*EXERCISE DESCRIPTION*
Without dropping or altering a single word, give the listing again.

___ DATA EXCERPTS

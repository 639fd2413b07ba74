import { Figure } from '#client/ui/figure.tsx';
import { Money } from '#client/ui/money.tsx';
import { type SheetColumn, SheetTable } from '#client/ui/sheet-table.tsx';
import type { Laterality } from '#domain/eye';
import { currencySign } from '#domain/money/index';
import { explainLine, type PricedCourse } from '#domain/pricing/index';
import { columnWhy, totalWhy } from './derivations.ts';
import { type TableRow, tableRows } from './table-rows.ts';
import { toPayWords } from './words.ts';

const HEADS: Readonly<Record<Laterality, string>> = { OD: 'OD', OS: 'OS', OU: 'Both' };

type Row = TableRow | 'together';

/** The price line by line in the columns of the eyes; every figure says why in the margin. */
export function PricedTable({ course, title }: { readonly course: PricedCourse; readonly title: string }) {
  const columns = (['OD', 'OS', 'OU'] as const).filter((column) =>
    course.lines.some((line) => line.laterality === column),
  );
  const rows: Row[] = tableRows(course.lines);
  if (columns.length > 1) rows.push('together');
  return (
    <div className="mt-6">
      <div className="max-md:hidden">
        <WideTable course={course} title={title} columns={columns} rows={rows} />
      </div>
      <div className="md:hidden">
        <NarrowTable course={course} title={title} columns={columns} rows={rows} />
      </div>
    </div>
  );
}

interface TableProps {
  readonly course: PricedCourse;
  readonly title: string;
  readonly columns: readonly Laterality[];
  readonly rows: readonly Row[];
}

const rowKey = (row: Row): string => (row === 'together' ? row : row.row);

/** A column for each eye and one for both. */
function WideTable({ course, title, columns, rows }: TableProps) {
  const sign = currencySign(course.currency);
  const money = columns.map(
    (column): SheetColumn<Row> => ({
      id: column,
      head: `${HEADS[column]}, ${sign}`,
      align: 'right',
      cell: (row) => <Cell row={row} column={column} course={course} />,
    }),
  );
  return (
    <SheetTable<Row>
      caption={title}
      columns={[{ id: 'row', head: title, cell: (row) => <RowName row={row} /> }, ...money]}
      rows={rows}
      rowKey={rowKey}
      total={<TotalRow course={course} before={columns.length} />}
    />
  );
}

/** On a phone the columns stand under one another, each figure with its eye. */
function NarrowTable({ course, title, columns, rows }: TableProps) {
  const amounts = (row: Row) => (
    <ul>
      {columns
        .filter((column) => row === 'together' || row.cells[column])
        .map((column) => (
          <li key={column} className="whitespace-nowrap">
            <span className="mr-2 text-small text-soft">{HEADS[column]}</span>
            <Cell row={row} column={column} course={course} />
          </li>
        ))}
    </ul>
  );
  return (
    <SheetTable<Row>
      caption={title}
      columns={[
        { id: 'row', head: title, cell: (row) => <RowName row={row} /> },
        { id: 'amount', head: currencySign(course.currency), align: 'right', cell: amounts },
      ]}
      rows={rows}
      rowKey={rowKey}
      total={<TotalRow course={course} before={1} />}
    />
  );
}

function TotalRow({ course, before }: { readonly course: PricedCourse; readonly before: number }) {
  return (
    <tr>
      <th scope="row" colSpan={before} className="py-3 text-left font-extrabold">
        {toPayWords(course)}
      </th>
      <td className="py-3 text-right">
        <Figure id="total" amount={course.totalMinor} currency={course.currency} why={totalWhy(course)} />
      </td>
    </tr>
  );
}

function RowName({ row }: { readonly row: Row }) {
  if (row === 'together') return <span className="text-small text-soft">Together</span>;
  return (
    <>
      {row.label} {row.detail ? <span className="text-small text-soft">{row.detail}</span> : null}
    </>
  );
}

function Cell({
  row,
  column,
  course,
}: {
  readonly row: Row;
  readonly column: Laterality;
  readonly course: PricedCourse;
}) {
  if (row === 'together') {
    return (
      <Figure
        id={`together-${column}`}
        amount={course.columns[column]}
        currency={course.currency}
        why={columnWhy(course, column)}
      />
    );
  }
  const line = row.cells[column];
  if (!line) return null;
  return line.amountMinor === 0 && line.why.length === 0 ? (
    <Money amount={line.amountMinor} currency={course.currency} />
  ) : (
    <Figure
      id={line.id}
      amount={line.amountMinor}
      currency={course.currency}
      why={explainLine(line, course)}
    />
  );
}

______

*ANSWER SECTION*
repository 639fd2413b07ba74
import { Figure } from '#client/ui/figure.tsx';
import { Money } from '#client/ui/money.tsx';
import { type SheetColumn, SheetTable } from '#client/ui/sheet-table.tsx';
import type { Laterality } from '#domain/eye';
import { currencySign } from '#domain/money/index';
import { explainLine, type PricedCourse } from '#domain/pricing/index';
import { columnWhy, totalWhy } from './derivations.ts';
import { type TableRow, tableRows } from './table-rows.ts';
import { toPayWords } from './words.ts';

const HEADS: Readonly<Record<Laterality, string>> = { OD: 'OD', OS: 'OS', OU: 'Both' };

type Row = TableRow | 'together';

/** The price line by line in the columns of the eyes; every figure says why in the margin. */
export function PricedTable({ course, title }: { readonly course: PricedCourse; readonly title: string }) {
  const columns = (['OD', 'OS', 'OU'] as const).filter((column) =>
    course.lines.some((line) => line.laterality === column),
  );
  const rows: Row[] = tableRows(course.lines);
  if (columns.length > 1) rows.push('together');
  return (
    <div className="mt-6">
      <div className="max-md:hidden">
        <WideTable course={course} title={title} columns={columns} rows={rows} />
      </div>
      <div className="md:hidden">
        <NarrowTable course={course} title={title} columns={columns} rows={rows} />
      </div>
    </div>
  );
}

interface TableProps {
  readonly course: PricedCourse;
  readonly title: string;
  readonly columns: readonly Laterality[];
  readonly rows: readonly Row[];
}

const rowKey = (row: Row): string => (row === 'together' ? row : row.row);

/** A column for each eye and one for both. */
function WideTable({ course, title, columns, rows }: TableProps) {
  const sign = currencySign(course.currency);
  const money = columns.map(
    (column): SheetColumn<Row> => ({
      id: column,
      head: `${HEADS[column]}, ${sign}`,
      align: 'right',
      cell: (row) => <Cell row={row} column={column} course={course} />,
    }),
  );
  return (
    <SheetTable<Row>
      caption={title}
      columns={[{ id: 'row', head: title, cell: (row) => <RowName row={row} /> }, ...money]}
      rows={rows}
      rowKey={rowKey}
      total={<TotalRow course={course} before={columns.length} />}
    />
  );
}

/** On a phone the columns stand under one another, each figure with its eye. */
function NarrowTable({ course, title, columns, rows }: TableProps) {
  const amounts = (row: Row) => (
    <ul>
      {columns
        .filter((column) => row === 'together' || row.cells[column])
        .map((column) => (
          <li key={column} className="whitespace-nowrap">
            <span className="mr-2 text-small text-soft">{HEADS[column]}</span>
            <Cell row={row} column={column} course={course} />
          </li>
        ))}
    </ul>
  );
  return (
    <SheetTable<Row>
      caption={title}
      columns={[
        { id: 'row', head: title, cell: (row) => <RowName row={row} /> },
        { id: 'amount', head: currencySign(course.currency), align: 'right', cell: amounts },
      ]}
      rows={rows}
      rowKey={rowKey}
      total={<TotalRow course={course} before={1} />}
    />
  );
}

function TotalRow({ course, before }: { readonly course: PricedCourse; readonly before: number }) {
  return (
    <tr>
      <th scope="row" colSpan={before} className="py-3 text-left font-extrabold">
        {toPayWords(course)}
      </th>
      <td className="py-3 text-right">
        <Figure id="total" amount={course.totalMinor} currency={course.currency} why={totalWhy(course)} />
      </td>
    </tr>
  );
}

function RowName({ row }: { readonly row: Row }) {
  if (row === 'together') return <span className="text-small text-soft">Together</span>;
  return (
    <>
      {row.label} {row.detail ? <span className="text-small text-soft">{row.detail}</span> : null}
    </>
  );
}

function Cell({
  row,
  column,
  course,
}: {
  readonly row: Row;
  readonly column: Laterality;
  readonly course: PricedCourse;
}) {
  if (row === 'together') {
    return (
      <Figure
        id={`together-${column}`}
        amount={course.columns[column]}
        currency={course.currency}
        why={columnWhy(course, column)}
      />
    );
  }
  const line = row.cells[column];
  if (!line) return null;
  return line.amountMinor === 0 && line.why.length === 0 ? (
    <Money amount={line.amountMinor} currency={course.currency} />
  ) : (
    <Figure
      id={line.id}
      amount={line.amountMinor}
      currency={course.currency}
      why={explainLine(line, course)}
    />
  );
}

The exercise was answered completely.